FDA snubs Endo's testosterone drug over REMS concerns

Endo Health Solutions ($ENDP) has lost its latest bid to gain FDA approval of a long-acting testosterone injection called Aveed, which Reuters notes has failed to gain a market green light from the U.S. agency at least two previous times.

The complete response marks the latest setback for Malvern, PA-based Endo. Earlier this month the FDA denied the company's citizen petition to block the sale of generic versions of its Opana ER pain medication and balked on the company's request for a label update that highlighted the abuse-prevention properties of Opana ER, which faces competition from copycat versions.

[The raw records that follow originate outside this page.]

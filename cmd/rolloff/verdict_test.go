package main

import (
	"bytes"
	"encoding/json"
	"testing"
)

func TestPrintMaskVerdict(t *testing.T) {
	var res map[string]any
	json.Unmarshal([]byte(`{"mask":{"name":"acceptance","pass":false,"checked":40,"failed":3,"worst_margin_db":-0.2124,"worst_hz":25.31,"worst_limit":"lower"}}`), &res)
	var b bytes.Buffer
	printMaskVerdict(&b, res)
	want := "mask: FAIL \"acceptance\": 3 of 40 points outside; worst margin -0.212 dB at 25.31 Hz (lower limit)\n"
	if b.String() != want {
		t.Errorf("got %q\nwant %q", b.String(), want)
	}
	b.Reset()
	printMaskVerdict(&b, map[string]any{"low_hz": 8.0})
	if b.Len() != 0 {
		t.Errorf("printed %q without a mask", b.String())
	}
}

There's more: On the eve of announcing the latest setback for Aveed, Endo disclosed that two top executives, CFO Alan Levin and COO Julie McHugh, were leaving the company. McHugh, who is leaving immediately, won't stick around for the company's next attempt to gain approval for the drug against hypogonadism, a condition characterized by lack of sex hormone production.

In the FDA's complete response letter, the agency harped on the insufficient REMS plan from Endo and advised that the company add a medication guide and other elements to cut the risk of severe adverse reactions to the injected therapy, according to the company's release. Yet the company saw no mention of additional clinical study requirements, and Endo's chief scientist Ivan Gergel said the company plans to respond to the agency's requests by the end of the third quarter.

As Reuters noted, FDA advisers last month shot down Endo's plan to reduce risks of taking Aveed. The treatment combines testosterone and castor oil. The FDA has raised concerns about the oil triggering blockages to blood vessels in the lungs.